Exercise aim: For every line in the records below that holds "setShown", make a copy.

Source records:
Start of Block

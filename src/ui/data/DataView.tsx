import { useEffect, useRef, useState } from 'react';
import { focusRun } from '../../store/app-store';
import { datasetTable, type DataFitSpec, type DataFitSurface } from '../../problems';
import { formatValue } from '../plot';
import { useActions, useApp, useLiveRuns } from '../app-context';
import { prepareCanvas, useElementSize } from '../view/use-canvas-size';
import { useMainThreadSurface } from '../view/use-surface';
import { drawDataScene, predictionRows, taskOf } from './data-plot';
import { ParamTable } from './ParamTable';

/** Least time between two prediction requests while a run streams (the worker is also stepping runs). */
const PREDICT_INTERVAL_MS = 100;

/**
 * The data beside the landscape, redrawn as the selected run streams: the fit at the run's current
 * parameters, and those parameters (in the data's original units) next to the known answer. The
 * model's predictions are computed in the worker (actions.predictFit), one request in flight at a
 * time, at most every PREDICT_INTERVAL_MS; the page only draws them.
 */
export function DataView({ spec }: { spec: DataFitSpec }) {
  const live = useLiveRuns();
  const actions = useActions();
  const surface = useMainThreadSurface(spec) as DataFitSurface | null;
  const info = useApp((s) => s.surfaceInfo);
  const boxRef = useRef<HTMLDivElement>(null);
  const canvasRef = useRef<HTMLCanvasElement>(null);
  const size = useElementSize(boxRef);
  const run = useApp(focusRun);
  const [caption, setCaption] = useState('');
  const [shown, setShown] = useState<{ params: number[]; step: number; label: string } | null>(null);
  const input = useRef({ size, run, surface });
  input.current = { size, run, surface };

  useEffect(() => {
    let frame = 0;
    let stopped = false;
    let asked: [number, unknown] = [-1, null];
    let inFlight = false;
    let lastAsk = -Infinity;
    const table = datasetTable(spec.dataset);
    const task = taskOf(spec.model);
    const { rows, count } = predictionRows(table, spec.model.inputs, task);
    const scene = { table, inputs: spec.model.inputs, target: spec.model.target, task };
    const draw = (predictions: { outputs: Float64Array; width: number } | null, runId: string) => {
      const { size } = input.current;
      const canvas = canvasRef.current;
      if (stopped || !canvas || !size) return;
      const ctx = prepareCanvas(canvas, size);
      if (!ctx) return;
      setCaption(drawDataScene(ctx, size, { ...scene, predictions }));
      canvas.dataset.drawnFor = runId;
    };
    let shownFor: [number, unknown] = [-1, null];
    const tick = () => {
      frame = requestAnimationFrame(tick);
      const { size, run, surface } = input.current;
      if (!canvasRef.current || !size || !surface) return;
      const changed = shownFor[0] !== live.version || shownFor[1] !== input.current;
      if (!changed && asked[0] === live.version && asked[1] === input.current) return;
      const buffer = run ? live.trajectory(run.id) : undefined;
      const x = buffer && buffer.count > 0 && buffer.dimension === surface.dimension ? Float64Array.from(buffer.point(buffer.count - 1)) : null;
      // The parameter table follows every update at once (it renders only the rows in view); the
      // picture waits for the worker's predictions.
      if (changed) {
        shownFor = [live.version, input.current];
        setShown(x && run && buffer ? { params: Array.from(x), step: buffer.stepOf(buffer.count - 1), label: run.label } : null);
      }
      if (inFlight || performance.now() - lastAsk < PREDICT_INTERVAL_MS) return;
      asked = [live.version, input.current];
      if (!x || !x.every(Number.isFinite) || count === 0) return draw(null, run?.id ?? '');
      inFlight = true;
      lastAsk = performance.now();
      actions
        .predictFit(x, rows, count)
        .then((predictions) => draw(predictions, run?.id ?? ''))
        .catch(() => draw(null, run?.id ?? '')) // the worker's message: the parameters do not fit this model (a run of another surface)
        .finally(() => (inFlight = false));
    };
    frame = requestAnimationFrame(tick);
    return () => {
      stopped = true;
      cancelAnimationFrame(frame);
    };
  }, [live, spec, actions]);

  const known = info.knownPoints.find((p) => p.kind === 'global-min');
  const original = surface && shown ? surface.toOriginalUnits(shown.params) : null;
  const knownOriginal = surface && known ? surface.toOriginalUnits(known.point) : null;
  return (
    <section className="panel data-panel" aria-label="Data and fit">
      <h2>Data and fit</h2>
      <div ref={boxRef} className="data-box">
        <canvas ref={canvasRef} data-testid="data-view" role="img" aria-label={`The data (${spec.model.target} against ${spec.model.inputs.join(', ')}) with the fit of ${run?.label ?? 'no run'}`} />
      </div>
      <p className="field-help">{caption}</p>
      {surface && (
        <ParamTable
          caption={`Parameters${surface.standardised ? ' (converted back to the original units of the data)' : ''}: ${shown ? `${shown.label} at step ${shown.step}` : 'no run yet'}`}
          names={surface.variables}
          values={original}
          known={knownOriginal ? { title: known!.source.startsWith('normal equations') ? 'least-squares answer' : 'known minimum', values: knownOriginal } : null}
        />
      )}
      {known && <p className="field-help">Known minimum: {known.source}; loss there {formatValue(known.value)}.</p>}
    </section>
  );
}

End of Block

Exercise result:
  const [shown, setShown] = useState<{ params: number[]; step: number; label: string } | null>(null);
        setShown(x && run && buffer ? { params: Array.from(x), step: buffer.stepOf(buffer.count - 1), label: run.label } : null);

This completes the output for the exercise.